___ DATASET EXCERPTS ___

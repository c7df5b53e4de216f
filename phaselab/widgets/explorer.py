"""``phaselab.explore``: an interactive surface of section for a JupyterLab notebook.

The widget is an ``ipywidgets.VBox`` holding one bokeh layout (through
``jupyter_bokeh.BokehModel``, so bokeh's tap and drag events reach Python without a bokeh
server), sliders for the energy and every model parameter, a few buttons and a status line.

* a click on the plot starts an orbit there (for a section the missing momentum is solved
  from the current energy; a click outside the allowed region is refused in the status line);
* the newest seed (the ringed one) can be dragged: its orbit follows, newest position wins;
* moving a slider recomputes every orbit with the new value;
* the two small plots show the selected orbit in configuration space and its energy error.

Computations run in a worker thread (compiled kernels release the GIL) and their results
are applied on the kernel's event loop, so the notebook stays responsive. ``background=False``
computes in the calling thread instead (scripts, tests, timing).

Section points are model results; where they inform a design decision confirm them with
validated tools and the responsible engineers.
"""

from __future__ import annotations

import math
import time
from dataclasses import dataclass, field
from pathlib import Path

import ipywidgets as W
import numpy as np

from phaselab.model.params import finite_number
from phaselab.errors import ParameterError, PhaselabError
from phaselab.widgets import theme
from phaselab.widgets.views import make_view
from phaselab.widgets.worker import JobRunner, Outcome

CHAOS_INDICATORS = ("megno", "lyapunov", "fli", "sali")

__all__ = ["explore", "Explorer", "OrbitRecord", "load_bokehjs"]

#: Seconds of computation per new orbit below which a click is answered without the worker
#: thread (the event loop is then held for at most about this long).
INLINE_BUDGET = 0.04


@dataclass
class OrbitRecord:
    """One orbit on the plot.

    Attributes
    ----------
    id : int
        Stable identifier (1, 2, ... in order of creation).
    seed : tuple of float
        The clicked point in the shown plane ``(x, y)``.
    state : ndarray, shape (2n,), or None
        The full initial state at the current energy and parameters (None when the seed is
        outside the allowed region there).
    points : ndarray, shape (m, 2)
        The shown coordinates of its crossings (iterates, samples).
    section : Section or None
        The one-orbit result the points came from.
    color : str
    scalar : float
        The per-orbit value used for colouring when ``color_by`` is given (NaN otherwise).
    note : str
        Why the orbit is hidden, when it is.
    """

    id: int
    seed: tuple
    state: np.ndarray | None = None
    points: np.ndarray = field(default_factory=lambda: np.empty((0, 2)))
    section: object = None
    color: str = theme.ORBIT_COLORS[0]
    scalar: float = float("nan")
    note: str = ""
    revision: int = 0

___

EXERCISE »
Every line above should be written out again exactly as it stands.

RESPONSE BOX »
repository c7df5b53e4de216f
filename phaselab/widgets/explorer.py
"""``phaselab.explore``: an interactive surface of section for a JupyterLab notebook.

The widget is an ``ipywidgets.VBox`` holding one bokeh layout (through
``jupyter_bokeh.BokehModel``, so bokeh's tap and drag events reach Python without a bokeh
server), sliders for the energy and every model parameter, a few buttons and a status line.

* a click on the plot starts an orbit there (for a section the missing momentum is solved
  from the current energy; a click outside the allowed region is refused in the status line);
* the newest seed (the ringed one) can be dragged: its orbit follows, newest position wins;
* moving a slider recomputes every orbit with the new value;
* the two small plots show the selected orbit in configuration space and its energy error.

Computations run in a worker thread (compiled kernels release the GIL) and their results
are applied on the kernel's event loop, so the notebook stays responsive. ``background=False``
computes in the calling thread instead (scripts, tests, timing).

Section points are model results; where they inform a design decision confirm them with
validated tools and the responsible engineers.
"""

from __future__ import annotations

import math
import time
from dataclasses import dataclass, field
from pathlib import Path

import ipywidgets as W
import numpy as np

from phaselab.model.params import finite_number
from phaselab.errors import ParameterError, PhaselabError
from phaselab.widgets import theme
from phaselab.widgets.views import make_view
from phaselab.widgets.worker import JobRunner, Outcome

CHAOS_INDICATORS = ("megno", "lyapunov", "fli", "sali")

__all__ = ["explore", "Explorer", "OrbitRecord", "load_bokehjs"]

#: Seconds of computation per new orbit below which a click is answered without the worker
#: thread (the event loop is then held for at most about this long).
INLINE_BUDGET = 0.04


@dataclass
class OrbitRecord:
    """One orbit on the plot.

    Attributes
    ----------
    id : int
        Stable identifier (1, 2, ... in order of creation).
    seed : tuple of float
        The clicked point in the shown plane ``(x, y)``.
    state : ndarray, shape (2n,), or None
        The full initial state at the current energy and parameters (None when the seed is
        outside the allowed region there).
    points : ndarray, shape (m, 2)
        The shown coordinates of its crossings (iterates, samples).
    section : Section or None
        The one-orbit result the points came from.
    color : str
    scalar : float
        The per-orbit value used for colouring when ``color_by`` is given (NaN otherwise).
    note : str
        Why the orbit is hidden, when it is.
    """

    id: int
    seed: tuple
    state: np.ndarray | None = None
    points: np.ndarray = field(default_factory=lambda: np.empty((0, 2)))
    section: object = None
    color: str = theme.ORBIT_COLORS[0]
    scalar: float = float("nan")
    note: str = ""
    revision: int = 0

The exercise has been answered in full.